NGFE Reports – Shale rules & regulations, a view from Austria
Surface use constraints present a challenge for shale gas in ‘old’ Europe
Poland may have vastly greater potential for developing the shale gas industry, but for other countries and players in Europe the issues they face are the same.
For that reason, Marion Kaisinger, Legal Advisor at Austrian energy firm OMV said, “Thanks for being interested in a country smaller than Poland.”
In her talk to delegates at the Global Shale Gas Summit in Warsaw, Poland, Ms. Kaisinger, who is in charge of the environmental and legal aspects of upstream activities at OMV, pledged to speak about the Austrian shale gas experience in regards to Surface Use Constraints & Regulatory Procedures in European Countries.
First, she talked about OMV and its equity in other Central European energy companies like Romania’s Petrom, mentioned OMV’s involvement in the Nabucco natural gas pipeline project, as well as her company’s vast natural gas underground storage capabilities.
Of shale gas drilling operations in Austria and in Europe, Ms. Kaisinger queried, “What does this mean from a regulatory perspective?” This led her to outlining the legal framework in Austria for exploration and production operations.
She proposed, “Let’s try to look at our experiences [in Austria] and see what it could mean for unconventionals.”

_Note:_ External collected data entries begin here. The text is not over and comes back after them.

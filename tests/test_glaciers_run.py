"""Outlines through the whole run: per-glacier rows, ice-free ground, flags, exit 2."""

from __future__ import annotations

import json
import subprocess
import sys

import numpy as np
import pandas as pd
import rasterio
from shapely.geometry import box

from firnline.cli import main

X0, Y0, CELL = 600000.0, 5150000.0, 50.0


def _case(builders, tmp_path, polygons: dict, t=5.0, p=5.0):
    """A 40 x 20 cell plane rising northwards from 1500 m (row 39) to 3500 m (row 0)."""
    z = np.repeat(np.linspace(3500.0, 1500.0, 40)[:, None], 20, axis=1)
    builders.write_dem(tmp_path / "dem.tif", z, cell=CELL, x0=X0, y0=Y0)
    builders.write_station(tmp_path / "station.csv", t=t, p=p)
    builders.write_outlines(tmp_path / "outlines.gpkg", list(polygons), list(polygons.values()), "GPKG",
                   crs="EPSG:32632")
    sec = builders.base_sections()
    sec["glaciers"] = {"outlines": "outlines.gpkg", "id_field": "name"}
    return builders.write_config(tmp_path / "case.toml", sec)


def rows(r0, r1, c0=2, c1=18):
    """A box over rows r0..r1 (row 0 at the north edge), edges off the cell lines."""
    return box(X0 + c0 * CELL + 7, Y0 - r1 * CELL + 11, X0 + c1 * CELL - 9, Y0 - r0 * CELL - 3)


def test_two_glaciers_higher_one_gains_more(builders, tmp_path):
    """Same forcing, different elevations: the higher glacier has the higher specific
    balance (temperature falls with height at the lapse rate; common practice). Under
    constant forcing the ELA is where T = p / ddf_snow (see tests/test_kernel.py):
    T = 5 - 0.0065 (z - 2000) and p/ddf = 5/3 C gives about 2513 m with the snow range
    [0.5, 2.5] C making the low cells rain-fed; the low glacier (1600-2300 m) lies wholly
    below it and the high one (3000-3400 m) wholly above it."""
    cfg = _case(builders, tmp_path, {"high": rows(2, 12), "low": rows(26, 34)})
    out = tmp_path / "out"
    assert main(["run", str(cfg), "--out", str(out), "--quiet"]) == 0
    s = pd.read_csv(out / "summary.csv")
    s = s[s.glacier != "all_glaciers"]          # the area-weighted rows over every glacier (issue 15)
    assert set(s.glacier) == {"high", "low"} and len(s) == 4
    high, low = s[s.glacier == "high"], s[s.glacier == "low"]
    assert (high.annual_balance_mwe.to_numpy() > low.annual_balance_mwe.to_numpy()).all()
    assert (high.ela_flag == "below_glacier").all() and (high.aar == 1).all()
    assert (low.ela_flag == "above_glacier").all() and (low.aar == 0).all()
    assert high.ela_m.isna().all() and low.ela_m.isna().all()
    # modelled area equals the polygon area (the box is exact in the DEM CRS)
    assert np.isclose(high.area_km2.iloc[0], rows(2, 12).area / 1e6, rtol=1e-6)
    info = json.loads((out / "run.json").read_text())
    assert set(info["glaciers"]) == {"high", "low"}
    assert info["glacier_lookup"] == {"1": "high", "2": "low"}
    assert np.isclose(info["all_glaciers"]["area_km2"], (rows(2, 12).area + rows(26, 34).area) / 1e6)
    with rasterio.open(out / "glacier_id.tif") as g, rasterio.open(out / "annual_balance_2017.tif") as b, \
            rasterio.open(out / "ablation_2017.tif") as a, rasterio.open(out / "accumulation_2017.tif") as c:
        ids = g.read(1)
        bal = b.read(1, masked=True)
        abl = a.read(1, masked=True)
        acc = c.read(1, masked=True)
    assert set(np.unique(ids)) == {0, 1, 2}
    # balance maps: nodata off the glaciers; accumulation and ablation everywhere
    assert bal.mask[ids == 0].all() and not bal.mask[ids > 0].any()
    assert not abl.mask.any() and not acc.mask.any()
    # ice-free ground next to the low glacier melts its snow only: ablation <= accumulation
    # (no ice to lose), while the glacier cells at the same rows lose ice
    free = (ids == 0)
    free[:26] = False
    assert np.all(abl[free] <= acc[free] + 1e-6)
    assert np.all(abl[ids == 2] > acc[ids == 2])


def test_bad_outlines_exit_2_through_the_cli(builders, tmp_path):
    cfg = _case(builders, tmp_path, {"a": rows(2, 12), "b": rows(10, 20)})       # a and b overlap
    r = subprocess.run([sys.executable, "-m", "firnline", "run", str(cfg), "--out", str(tmp_path / "o")],
                       capture_output=True, text=True)
    assert r.returncode == 2
    assert "'a'" in r.stderr and "'b'" in r.stderr and "overlap" in r.stderr
    assert "Traceback" not in r.stderr and not (tmp_path / "o").exists() or not any((tmp_path / "o").iterdir())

Kaisinger said that in this regard Austria has a broad legislative basis in addition to European legislation, that there are pre-EU laws in existence as well as provincial regulation like landscape protection
“The Mineral Resources Law covers all the mineral resources of Austria, which causes problems because it covers conventional mining as well as that of hydrocarbons; it also covers people water and environment, making it a sort of one-stop-shop procedure.”
In addition to noise protection, Kaisinger spoke about water protection laws: “Water enjoys a very stringent protection law that is 50 years old, which is difficult to believe. The authorities must be consulted when large quantities of water are used in mining.”
In regards to local nature protection, she said drilling developments also require permission. Kaisinger added, “There is a chance for a single window approach.”
“Over certain production capacities an environmental assessment must be completed. While there is a one-stop shop approach there, the challenges include the definition of and changes to projects, like stakeholder involvement.”
Ms. Kaisinger also spoke of the surface concerns at a concession where OMV expects a pending shale gas development. “It’s a populated area,” she said, “and you can imagine that the closer you get to Vienna, the higher the population density. It’s also an agricultural area.”
According to her, huge swaths of lower Austria are landscape protection areas.
“One of the main challenges that I see is noise protection – this gets increasingly important the more permanent operations you get in one area. So the industry really needs to look into it. We are looking at rural areas where the present existing noise is low. There are exceptions for short-term developments.”
Emissions restrictions, water protection and waste management must also be considered, according to Kaisinger. While land is owned by individuals, including the right to ground water, ownership excludes the rights to hydrocarbons. She said, “Operators must seek mutual agreements with the landowners.”
“Water supply could be an issue,” she said of shale gas operations, “but due to our strict regulations it would make efficiency and recycling imperative.”
“Service industries must protect groundwater when doing fracing,” added Kaisinger. “We need to reduce the footprint and certain substances might not be usable and we might need to use substitutes.”
Ms. Kaisinger summed up, “I think it’s a challenge for unconventionals to work within the confines of European regulations.”